Gym-bunny? More like gym-giraffe

The first time I rang the fitness instructor was in September 2013. Thankfully he was on holidays so I was left with a sense of achievement without actually doing anything; that is so typical of me, I wrote it on another list and promptly forgot about it. I felt absolutely happy and confident in my decision to ignore this irritating urge I had to get fit until the first week in August 2014, following my ‘mad idea’ – see post http://wp.me/p4ezB1-87 in case you missed my new motivation/goal and haven’t yet questioned my sanity!

The first time I met with my instructor, I actually moaned about the length of the corridor down to the gym, suggesting that my work out had already begun before he’s even checked my BMI or weighed me! That tells you how deluded I was. Since EVENTUALLY embarking upon this new regime, I have been performing the public service of entertaining some members of my local gym 2 or 3 mornings a week with my attempts at using the equipment. Bright and early, when only the perkiest of neighbourhood birds are rubbing their eyes in search of worms in the dew, you’ll find me scrabbling into my tracksuit, filling my water bottle and off I go with a spring in my step, leaving behind me a confused dog and sleeping children.

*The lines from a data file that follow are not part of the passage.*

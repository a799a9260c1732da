import type { ApiErrorBody, Role } from '@yardcall/shared';
import request from 'supertest';
import { bearer, suiteApp } from './helpers';

// Every route of the app's own OpenAPI document, fed malformed, oversized, wrong-type, deeply nested,
// NUL, surrogate and null input: never a 5xx, always a 4xx whose message says what is wrong.

const NOWHERE_ID = '00000000-0000-4000-8000-000000000000';
const METHODS = ['get', 'post', 'put', 'patch', 'delete'] as const;
type Method = (typeof METHODS)[number];

interface Schema {
  $ref?: string;
  type?: string;
  nullable?: boolean;
  enum?: unknown[];
  format?: string;
  items?: Schema;
  properties?: Record<string, Schema>;
  allOf?: Schema[];
}

interface Operation {
  'x-roles'?: Role[];
  security?: unknown[];
  parameters?: { name: string; in: 'path' | 'query'; schema?: Schema }[];
  requestBody?: { content: Record<string, { schema: Schema }> };
}

interface OpenApiDocument {
  paths: Record<string, Partial<Record<Method, Operation>>>;
  components: { schemas: Record<string, Schema> };
}

interface Route {
  method: Method;
  path: string;
  operation: Operation;
}

interface Probe {
  route: Route;
  label: string;
  // The field the answer must name, when the probe targets one.
  field?: string;
  // A word the message must hold, when the probe is about the body as a whole.
  says?: RegExp;
  send: () => request.Test;
}

function resolve(doc: OpenApiDocument, schema: Schema | undefined): Schema {
  if (!schema) return {};
  if (schema.$ref) return resolve(doc, doc.components.schemas[schema.$ref.replace('#/components/schemas/', '')]);
  if (schema.allOf?.length === 1) return { ...resolve(doc, schema.allOf[0]), nullable: schema.nullable };
  return schema;
}

// A value of the wrong JSON type for the schema.
function wrongTypeFor(schema: Schema): unknown {
  if (schema.type === 'string' || schema.enum) return 12345;
  if (schema.type === 'array') return 'not a list';
  return ['not', 'this'];
}

function isTextField(schema: Schema): boolean {
  return schema.type === 'string' && !schema.enum;
}

function deeplyNested(levels: number): string {
  return `${'{"a":'.repeat(levels)}1${'}'.repeat(levels)}`;
}

function namesField(body: ApiErrorBody, field: string): boolean {
  const named = (body.fields ?? []).some((f) => f.field === field || f.field.startsWith(`${field}.`));
  return named || body.message.includes(field);
}

describe('every route of the OpenAPI document against hostile input', () => {
  const { t, tokens } = suiteApp();
  let doc: OpenApiDocument;
  let routes: Route[];

  beforeAll(async () => {
    doc = (await request(t.url).get('/api/docs-json')).body as OpenApiDocument;
    routes = Object.entries(doc.paths).flatMap(([path, operations]) =>
      METHODS.flatMap((method) => {
        const operation = operations[method];
        return operation ? [{ method, path, operation }] : [];
      }),
    );
  });

  // A caller the route lets through its guards: its first documented role, else an admin (any
  // signed-in user) or nobody for the public routes.
  function call(route: Route, path = route.path.replace(/\{[^}]+\}/g, NOWHERE_ID)): request.Test {
    const test = request(t.url)[route.method](path);
    const roles = route.operation['x-roles'];
    const isPublic = !route.operation.security?.length && !roles;
    if (isPublic) return test;
    return test.set(bearer(tokens[roles?.[0] ?? 'admin']));
  }

  function jsonBodySchema(route: Route): Schema | null {
    const content = route.operation.requestBody?.content['application/json'];
    return content ? resolve(doc, content.schema) : null;
  }

  function probesOf(route: Route): Probe[] {
    const probes: Probe[] = [];
    const name = `${route.method.toUpperCase()} ${route.path}`;
    const body = jsonBodySchema(route);
    if (body) {
      probes.push(
        {
          route,
          label: `${name}: malformed JSON`,
          says: /JSON/,
          send: () => call(route).set('Content-Type', 'application/json').send('{"a": [1, 2'),
        },
        {
          route,
          label: `${name}: JSON nested 4,000 levels deep`,
          says: /nested more than \d+ levels/,
          send: () => call(route).set('Content-Type', 'application/json').send(deeplyNested(4000)),
        },
        {
          route,
          label: `${name}: a list where an object belongs`,
          says: /./,
          send: () => call(route).send([{ a: 1 }]),
        },
      );
      for (const [field, raw] of Object.entries(body.properties ?? {})) {
        const schema = resolve(doc, raw);
        const withField = (value: unknown) => () => call(route).send({ [field]: value });
        probes.push({
          route,
          label: `${name}: ${field} of the wrong type`,
          field,
          send: withField(wrongTypeFor(schema)),
        });
        if (!schema.nullable) probes.push({ route, label: `${name}: ${field} null`, field, send: withField(null) });
        if (isTextField(schema)) {
          probes.push(
            { route, label: `${name}: ${field} with a NUL`, field, send: withField('ab\u0000cd') },
            { route, label: `${name}: ${field} with an unpaired surrogate`, field, send: withField('ab\ud800cd') },
            { route, label: `${name}: ${field} of 300,000 characters`, field, send: withField('x'.repeat(300_000)) },
          );
        }
      }
    }
    if (route.operation.requestBody?.content['multipart/form-data']) {
      probes.push(
        {
          route,
          label: `${name}: multipart without a boundary`,
          says: /upload|multipart/i,
          send: () => call(route).set('Content-Type', 'multipart/form-data').send('--x\r\n\r\nnothing'),
        },
        {
          route,
          label: `${name}: truncated multipart`,
          says: /upload|multipart/i,
          send: () =>
            call(route)
              .set('Content-Type', 'multipart/form-data; boundary=yardcall')
              .send('--yardcall\r\nContent-Disposition: form-data; name="file"; filename="a.webm"\r\n\r\nabc'),
        },
      );
    }
    for (const parameter of route.operation.parameters ?? []) {
      if (parameter.in === 'path') {
        const bad = route.path.replace(`{${parameter.name}}`, 'not%00an-id').replace(/\{[^}]+\}/g, NOWHERE_ID);
        probes.push({
          route,
          label: `${name}: path ${parameter.name} with a NUL`,
          field: parameter.name,
          send: () => call(route, bad),
        });
      } else {
        const schema = resolve(doc, parameter.schema);
        const path = route.path.replace(/\{[^}]+\}/g, NOWHERE_ID);
        const withQuery = (value: string) => () => call(route, `${path}?${parameter.name}=${value}`);
        probes.push({
          route,
          label: `${name}: query ${parameter.name} with a NUL`,
          field: parameter.name,
          send: withQuery('a%00b'),
        });
        if (schema.type !== 'string' || schema.enum || schema.format) {
          probes.push({
            route,
            label: `${name}: query ${parameter.name} of the wrong type`,
            field: parameter.name,
            send: withQuery('%7B%22not%22%3A%22this%22%7D'),
          });
        }
        if (parameter.name === 'cursor') {
          const impossible = Buffer.from(`["startedAt","desc","2026-02-31T05:40:00.000Z","${NOWHERE_ID}"]`);
          probes.push({
            route,
            label: `${name}: a cursor holding an impossible date`,
            field: 'cursor',
            send: withQuery(impossible.toString('base64url')),
          });
        }
      }
    }
    return probes;
  }

  it('walks a document of the whole API', () => {
    expect(routes.length).toBeGreaterThan(40);
    const withBodies = routes.filter((r) => jsonBodySchema(r));
    expect(withBodies.length).toBeGreaterThan(15);
  });

  it('answers every hostile request with a 4xx that names what is wrong, never a 5xx', async () => {
    const failures: string[] = [];
    let sent = 0;
    for (const route of routes) {
      for (const probe of probesOf(route)) {
        const response = await probe.send();
        sent += 1;
        const body = response.body as ApiErrorBody;
        const message = typeof body?.message === 'string' ? body.message : '';
        if (response.status < 400 || response.status >= 500) {
          failures.push(`${probe.label}: answered ${response.status} ${response.text.slice(0, 200)}`);
        } else if (!message) {
          failures.push(`${probe.label}: ${response.status} without a message`);
        } else if (probe.field && !namesField(body, probe.field)) {
          failures.push(`${probe.label}: ${response.status} "${message}" does not name ${probe.field}`);
        } else if (probe.says && !probe.says.test(message)) {
          failures.push(`${probe.label}: ${response.status} "${message}" does not say ${String(probe.says)}`);
        }
      }
    }
    expect(sent).toBeGreaterThan(300);
    expect(failures).toEqual([]);
  }, 180_000);
});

I know this post comes dangerously close to me shouting on social media when I lift a weight or jump on a cross trainer. I remember the promise I made NOT to tell you every time I shuffled over the threshold of the gym, but I want to tell you that having said I would start training when I came up with the ‘mad idea’, I actually have! I’m delighted to say that in spite of my poorest of efforts, it’s going really well.

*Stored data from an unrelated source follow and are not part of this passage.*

// @ts-check
import { readdirSync } from 'node:fs';
import js from '@eslint/js';
import tseslint from 'typescript-eslint';
import importX from 'eslint-plugin-import-x';
import { createTypeScriptImportResolver } from 'eslint-import-resolver-typescript';
import reactHooks from 'eslint-plugin-react-hooks';
import prettier from 'eslint-config-prettier';
import globals from 'globals';

const clientFeatures = (() => {
  try {
    return readdirSync(new URL('./client/src/features', import.meta.url), { withFileTypes: true })
      .filter((entry) => entry.isDirectory())
      .map((entry) => entry.name);
  } catch {
    return [];
  }
})();

export default tseslint.config(
  {
    ignores: [
      '**/node_modules/**',
      '**/dist/**',
      '.data/**',
      '.test-output/**',
      '**/coverage/**',
      'client/public/**',
      '**/test-results/**',
      '**/playwright-report/**',
    ],
  },
  js.configs.recommended,
  ...tseslint.configs.recommendedTypeChecked,
  {
    languageOptions: {
      parserOptions: {
        projectService: { allowDefaultProject: ['shared/vitest.config.ts', 'client/playwright.config.ts'] },
        tsconfigRootDir: import.meta.dirname,
      },
      globals: { ...globals.node },
    },
    plugins: { 'import-x': importX },
    settings: {
      'import-x/resolver-next': [
        createTypeScriptImportResolver({
          project: ['*/tsconfig.json', 'tsconfig.json'],
          noWarnOnMultipleProjects: true,
        }),
      ],
    },
    rules: {
      '@typescript-eslint/no-floating-promises': 'error',
      '@typescript-eslint/no-explicit-any': 'error',
      '@typescript-eslint/no-unused-vars': ['error', { argsIgnorePattern: '^_', varsIgnorePattern: '^_' }],
      'import-x/no-cycle': ['error', { ignoreExternal: true }],
      'import-x/no-default-export': 'off',
    },
  },
  {
    files: ['**/*.js', '**/*.mjs', '**/*.cjs'],
    ...tseslint.configs.disableTypeChecked,
  },
  {
    files: ['client/src/**/*.{ts,tsx}'],
    plugins: { 'react-hooks': reactHooks },
    languageOptions: { globals: { ...globals.browser } },
    rules: {
      ...reactHooks.configs.recommended.rules,
      // app -> features -> lib/components; no feature imports another feature.
      'import-x/no-restricted-paths': [
        'error',
        {
          zones: [
            {
              target: './client/src/features',
              from: './client/src/app',
              message: 'Features must not import from app/.',
            },
            {
              target: './client/src/lib',
              from: ['./client/src/app', './client/src/features'],
              message: 'lib/ is imported by app and features, never the other way.',
            },
            {
              target: './client/src/components',
              from: ['./client/src/app', './client/src/features'],
              message: 'components/ui is shared; it must not import app or features.',
            },
            ...clientFeatures.map((feature) => ({
              target: `./client/src/features/${feature}`,
              from: './client/src/features',
              except: [`./${feature}`],
              message: 'A feature must not import another feature; move the shared part to lib/ or components/.',
            })),
          ],
        },
      ],
    },
  },
  {
    files: ['server/src/**/*.ts', 'server/test/**/*.ts'],
    rules: {
      // Nest's decorators and DI use classes with empty constructors and unbound methods.
      '@typescript-eslint/no-extraneous-class': 'off',
      '@typescript-eslint/unbound-method': 'off',
    },
  },
  prettier,
);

I have been busy using machines with mechanisms so complicated, Christian Grey would be proud to stroke them in a scarlet glow of naughtiness. I hop on these apparatuses with a zealous optimism, until the 18th pull/push/lift at the lightest setting (a pathetic 5kg/7.5kg), when my poor underachieving muscles are whimpering, by the 19th they’re screaming, by the 20th they’re whooping and hollering with delightful satisfaction! Cheering me on as I move to the next machine and start the process all over again, targeting a different set of unsuspecting muscles.

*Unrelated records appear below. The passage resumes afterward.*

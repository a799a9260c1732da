import { queryOptions, useQuery } from '@tanstack/react-query';
import type { InvitationSummary } from '@yardcall/shared';
import { api } from '@/lib/api-client';
import { invitationKeys } from './invitation-keys';

export function getInvitation(token: string, signal?: AbortSignal): Promise<InvitationSummary> {
  return api.get<InvitationSummary>(`/invitations/${encodeURIComponent(token)}`, {
    signal,
    skipUnauthorizedHandler: true,
  });
}

export function invitationQueryOptions(token: string) {
  return queryOptions({
    queryKey: invitationKeys.detail(token),
    queryFn: ({ signal }) => getInvitation(token, signal),
    staleTime: 60_000,
  });
}

export function useInvitation(token: string) {
  return useQuery(invitationQueryOptions(token));
}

I had been eying up the rowing machines with a sense of longing (seriously, I need to broaden my horizons) during my first few meetings with the fitness instructor. Like ducks in a row they sat all masculine looking, taunting me. My pleas of ‘can I not just try…? No? Ok…’ with a shrug of disappointment in reply to his usual answer of ‘next time’. So imagine my excitement when at last, he suggested I try introducing 5 minutes on the rowing machine into my routine.

Whoop I was thrilled, and approached the machine with my newfound exuberance for scary looking gym equipment. He adjusted my foot straps. He adjusted the seat position, three times. Then we embarked on a surprisingly lengthy tutorial on the little LCD display. Workers in Cape Canaveral need less preparation! All this time I’m thinking ‘alright, I get it! Come ooonnn!!’ Eventually I’m ready for off. What happened next took us both by surprise. What happened next also brought gasps followed by words of shock and encouragement from the guys on either side of me, both by the way – rowing seamlessly and roughly twice my age.

A giraffe on acid would have more rhythm and grace than I had. No amount of coaching from my poor instructor could rectify the situation. ‘Push out with legs, pull with arms…’ blah, blah, or whatever combination you’re meant to use, was clearly beyond me and my coordination, the only benefit was the comedic value, I burned a few calories laughing. I am, it seems – incapable of using a rowing machine. For the moment anyway, I see it as a temporary hitch until my leg muscles get stronger. Damn MS has weakened the thigh muscles in my right leg, resulting in my knee ‘locking’ every time I push out. Which is hardly conducive to building a sense of rhythm and stride.

Now you’d be right in thinking that all this effort can only have a positive outcome, aside from the regular hilarities, but the paths I’m pounding to reach this outcome, are not smooth and without hitches. My typically Irish ability to laugh at myself and see the bright side of even the most ridiculous of situations I find myself in, are necessary companions during my 40 minute work outs.

Amazingly, out of this early morning humiliation come incredible focus, motivation and drive for the rest of my day. Plus the occasional eye-candy lifting weights among the retired gents has to help. The exercise bike I finish my routine on, that cheekily beeps at me if my revolutions drop below 40 per minute – is nicely positioned overlooking the heavy weights area, that cheers me off on my way back down the longest of corridors to get a day’s work done.